We consider a system of single-domain magnetic nanoparticles placed along a linear chain and address the effect of the distance between them on the magnetic and thermal relaxation properties of the system. The nanoparticles interact with each other through the dipolar interaction and we introduce disorder into the system by allowing random sizes of the nanoparticles and random directions of their uniaxial anisotropy axes. In particular, the radius of the spherical nanoparticles are drawn from a log-normal distribution. The dynamical behavior of the magnetic moments of the system is studied through numerical simulations of the stochastic Landau-Lifshitz-Gilbert equation, taking into account explicit temperature dependence of the saturation magnetization and uniaxial anisotropy energy density to describe the magnetic properties of perovskite manganite oxide nanoparticles.

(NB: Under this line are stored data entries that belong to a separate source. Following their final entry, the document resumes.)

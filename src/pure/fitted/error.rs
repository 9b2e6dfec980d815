//! What can be wrong with a parameter file.

use thiserror::Error;

/// A parameter file that cannot be used.
#[derive(Clone, Debug, PartialEq, Eq, Error)]
#[error(
    "{file}:{line}: {what}\n  parameter files are made by the program `fit_estimates`; do not edit them by hand"
)]
pub struct ParameterError {
    /// The file.
    pub file: String,
    /// The line, from 1.
    pub line: usize,
    /// What is wrong with it.
    pub what: String,
}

Hysteresis, zero-field-cooled and field-cooled curves are measured, from which we can find the coercive field and the blocking temperature as a function of the magnitude of the dipolar coupling, controlled by the distance between the particles. We show that both the coercive field and blocking temperature decrease as a function of the separation between the nanoparticles. The magnetic relaxation is measured as a function of both temperature and time, from which we estimate the effective energy barrier distribution of the system. We show that the peak of the energy barrier distribution moves to lower energies as the separation between neighboring particles increases, or equivalently, as the dipolar interaction is reduced.